Indigenous knowledges are understood as the commonsense ideas and cultural knowledges of local peoples concerning the everyday realities of living. This definition refers to the epistemic saliency of cultural traditions, values, belief systems and world views that, in any indigenous society, are imparted to the younger generation by community elders. It is also refers to world views that are products of a profoundly direct experience of nature and its relationship with the social world.

Bringing new and complex readings to the term ‘indigenous’, this collection of essays from Canadian and international contributors is an invitation to critically engage in the discussion of indigenous knowledges and their implication for academic decolonization. The essays are divided into four sections: Situating Indigenous Knowledges: Definitions and Boundaries; Indigenous Knowledge: Resistance and Advocacy; Indigenous Knowledge and the Academy; and Indigenous Knowledge and Transforming Practices.
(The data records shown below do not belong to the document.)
"""What a line is read against: the works as stated, how its files spell things, and what its series look like.

Facts may be older than the statements that describe their site (a file of last year brought in on the first day), so a
code counts as stated when it ever was; its particulars are those in force at the time, or the earliest there are.
"""

from __future__ import annotations

import datetime as dt
from collections import deque
from collections.abc import Callable, Iterable, Mapping
from dataclasses import dataclass
from typing import Any

from chemistry import errors, unit_tables, units, vessels
from plant import clock
from plant.intake import moments, numbers
from plant.readings import marks, models
from plant.works import described, parameters
from plant.works.stated import Stated

BY_METER = frozenset({"totaliser", "totaliser_reset", "volume"})
SITE_KINDS = ("sample_point", "meter", "vessel", "dosing_point")
REMEMBERED = 12
"""How many of the newest values of a series say what it looks like."""

FEWEST_POINTED = 3
"""How many of them must be written with a decimal sign before a missing one says anything."""

Recent = tuple[float, bool]
"""A value of a series and whether it was typed with a decimal sign."""


class WrongUnit(ValueError):
    """A unit that doesn't fit the parameter; ``accepted`` lists those that do."""

    def __init__(self, accepted: Iterable[str]) -> None:
        self.accepted = ", ".join(name or "(empty)" for name in accepted)
        super().__init__(self.accepted)


@dataclass(frozen=True)
class Spelling:
    """How a file spells things."""

    decimal: str = numbers.POINT
    ambiguous: str = moments.REFUSE
    sites: Mapping[str, str] | None = None
    units: Mapping[str, str] | None = None


def no_history(site: str, parameter: str, before: dt.datetime) -> list[Recent]:
    """For lines judged by themselves alone."""
    return []


class Ground:
    """Read against; asked once a line, so it remembers what it has looked up."""

    def __init__(
        self,
        stated: Stated,
        calendar: clock.Calendar,
        *,
        spelling: Spelling | None = None,
        history: Callable[[str, str, dt.datetime], list[Recent]] = no_history,
        extra_sites: Iterable[str] = (),
    ) -> None:
        self.stated = stated
        self.calendar = calendar
        self.spelling = spelling or Spelling()
        self.decimal = self.spelling.decimal
        self._history = history
        self._extra_sites = frozenset(extra_sites)
        self._recent: dict[tuple[str, str], deque[Recent]] = {}
        self._moments: dict[str, moments.Moment] = {}
        self._own: dict[str, parameters.Parameter] | None = None
        self._kept: dict[tuple[str, str, str, str], str] = {}
        self._remarks: dict[tuple[str, str], str] = {}

    def moment(self, typed: str) -> moments.Moment:
        """Raises moments.NotATime. Lines of one round share their time, so the last few are remembered."""
        found = self._moments.get(typed)
        if found is None:
            found = moments.read(typed, self.calendar, ambiguous=self.spelling.ambiguous)
            if len(self._moments) > 1000:
                self._moments.clear()
            self._moments[typed] = found
        return found

    def parameter(self, name: str, at: dt.datetime) -> parameters.Parameter | None:
        """A parameter by its name: built in, or ever stated by the works."""
        built_in = parameters.PARAMETERS.get(name)
        if built_in is not None:
            return built_in
        value = self.value("parameter", name, at)
        if value is None:
            return None
        if self._own is None or name not in self._own:
            last = max((item.effective_from for item in self.stated.history("parameter", name)), default=at)
            self._own = (self._own or {}) | parameters.known(self.stated, max(last, at))
        return self._own.get(name)

    def site(self, typed: str) -> str:
        code = typed.strip()
        return (self.spelling.sites or {}).get(code, code)

    def site_kind(self, code: str, at: dt.datetime) -> str | None:
        """What a code names at that time, or ever named."""
        found = self.stated.site_kind(code, at)
        if found is not None:
            return found
        ever = next((kind for kind in SITE_KINDS if self.value(kind, code, at) is not None), None)
        return parameters.SAMPLE_POINT if ever is None and code in self._extra_sites else ever

    def value(self, kind: str, subject: str, at: dt.datetime) -> dict[str, Any] | None:
        """What is stated of a subject at that time, or else the first that was ever stated of it."""
        found = self.stated.value(kind, subject, at)
        if found is not None:
            return found
        return next((item.value for item in self.stated.history(kind, subject) if not item.withdrawn), None)

    def unit(self, typed: str) -> str:
        text = " ".join(typed.split())
        return (self.spelling.units or {}).get(text, text)

    def kept_unit(self, unit: str, known: parameters.Parameter, site: str, at: dt.datetime) -> str:
        """The unit a value typed in ``unit`` is kept in. Raises WrongUnit."""
        own = self._own_unit(known, site, at)
        key = (unit, known.name, own, site if known.name == "strength" else "")
        kept = self._kept.get(key)
        if kept is None:
            kept = self._kept[key] = _kept(unit, known.name, own)
        return kept

    def _own_unit(self, known: parameters.Parameter, site: str, at: dt.datetime) -> str:
        """The unit that a site, a product or the works itself prescribes; "" where chemistry's table decides."""
        if known.name in BY_METER:
            meter = self.value("meter", site, at)
            return str(meter["unit"]) if meter else "L"
        if known.name == "strength":
            vessel = self.value("vessel", site, at)
            product = self.value("product", str(vessel["product"]), at) if vessel else None
            return parameters.STRENGTH_UNITS.get(str(product["strength_basis"]), "%") if product else "%"
        return "" if known.name in parameters.PARAMETERS else known.unit

    def remark(self, unit: str, parameter: str) -> str:
        """What should be said about a unit once, e.g. that mg/L of hardness was taken as CaCO3."""
        key = (unit, parameter)
        if key not in self._remarks:
            basis = parameter in unit_tables.PARAMETERS and parameter not in BY_METER and parameter != "strength"
            self._remarks[key] = units.basis_remark(unit, parameter) if basis else ""
        return self._remarks[key]

    def doubts(self, reading: models.Reading, known: parameters.Parameter, *, pointed: bool) -> list[str]:
        """The marks a value earns by itself and beside the newest of its series; then it joins the series."""
        assert reading.value is not None
        found = []
        if not self._possible(reading, known):
            found.append(marks.IMPOSSIBLE)
        recent = self._series(reading)
        if not pointed and lost_point(reading.value, recent):
            found.append(marks.LOST_POINT)
        if not found and not reading.qualifier:
            recent.append((reading.value, pointed))
        return found

    def _series(self, reading: models.Reading) -> deque[Recent]:
        key = (reading.site, reading.parameter)
        if key not in self._recent:
            before = self._history(reading.site, reading.parameter, reading.taken_at)
            self._recent[key] = deque(before, maxlen=REMEMBERED)
        return self._recent[key]

    def _possible(self, reading: models.Reading, known: parameters.Parameter) -> bool:
        value = reading.value
        assert value is not None
        if reading.unit != "%" and not known.possible(value):
            return False
        if known.name in ("totaliser", "totaliser_reset"):
            digits = (self.value("meter", reading.site, reading.taken_at) or {}).get("digits")
            return digits is None or value < 10.0 ** int(digits)
        if known.name in ("level", "volume", "weight"):
            vessel = self.value("vessel", reading.site, reading.taken_at)
            return vessel is None or fits(described.vessel(reading.site, vessel), reading)
        return True


def lost_point(value: float, recent: Iterable[Recent]) -> bool:
    """Whether a value typed without a decimal sign looks like one of the series with its point lost.

    The series is written with decimals, the value lies above five times its highest, and a tenth, hundredth or
    thousandth of it falls among its values (common practice, no source).
    """
    seen = list(recent)
    pointed = [number for number, had_point in seen if had_point]
    if len(pointed) < FEWEST_POINTED or 2 * len(pointed) <= len(seen):
        return False
    low, high = min(pointed), max(pointed)
    if high <= 0 or value <= 5 * high:
        return False
    return any(0.8 * low <= value / 10**places <= 1.25 * high for places in (1, 2, 3))


def fits(vessel: described.Vessel, reading: models.Reading) -> bool:
    """Whether a level, volume or gross weight can be true of a vessel, by its stated shape; a percent by being one."""
    assert reading.value is not None
    try:
        if vessel.on_scale:
            if reading.parameter == "weight":
                vessels.net_mass_kg(vessel.form, reading.value)
            return True
        if reading.parameter == "level" and reading.unit == "%":
            return 0 <= reading.value <= 100
        if reading.parameter == "level":
            # The float of a gauge may stand at the rim by its own uncertainty.
            return (
                -vessel.level_sd_m
                <= reading.value
                <= vessels.full_level_m(vessel.form) / vessel.level_factor + 3 * vessel.level_sd_m
            )
        if reading.parameter == "volume":
            return 0 <= reading.value <= 1.01 * vessels.full_volume_l(vessel.form)
    except errors.OutOfRange:
        return False
    return True


def _kept(unit: str, name: str, own: str) -> str:
    if name == "strength":
        return _strength(unit, own)
    if own:
        # Whatever is converted to a unit of its own must be of the same kind: litres for cubic metres, not hours.
        if unit == own:
            return own
        fitting = _same_kind(own)
        if unit not in fitting:
            raise WrongUnit(fitting)
        return own
    try:
        return str(units.canonical(1.0, unit, name)[1])
    except units.UnknownUnit:
        raise WrongUnit(units.accepted_for(name)) from None


def _strength(unit: str, own: str) -> str:
    if unit in ("", own):
        return own
    raise WrongUnit((own, ""))


def _same_kind(own: str) -> tuple[str, ...]:
    try:
        kind = units.kind_of(own)
    except units.UnknownUnit:
        return (own,)
    return tuple(name for name in unit_tables.ACCEPTED_UNITS if unit_tables.UNITS[name].kind == kind)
Collectively the essays situate indigenous knowledges in relation to conventional knowledges, validate the existence of multiple sources of knowledge, and examine the varying strategies, projects, and theories that are currently being developed in support of indigenous knowledges.

The book draws attention to some of the nuances, contradictions, and contestations in affirming the place of indigenous knowledges in the academy, while maintaining that different bodies of knowledges continually influence each other to reveal the dynamism of all knowledge systems.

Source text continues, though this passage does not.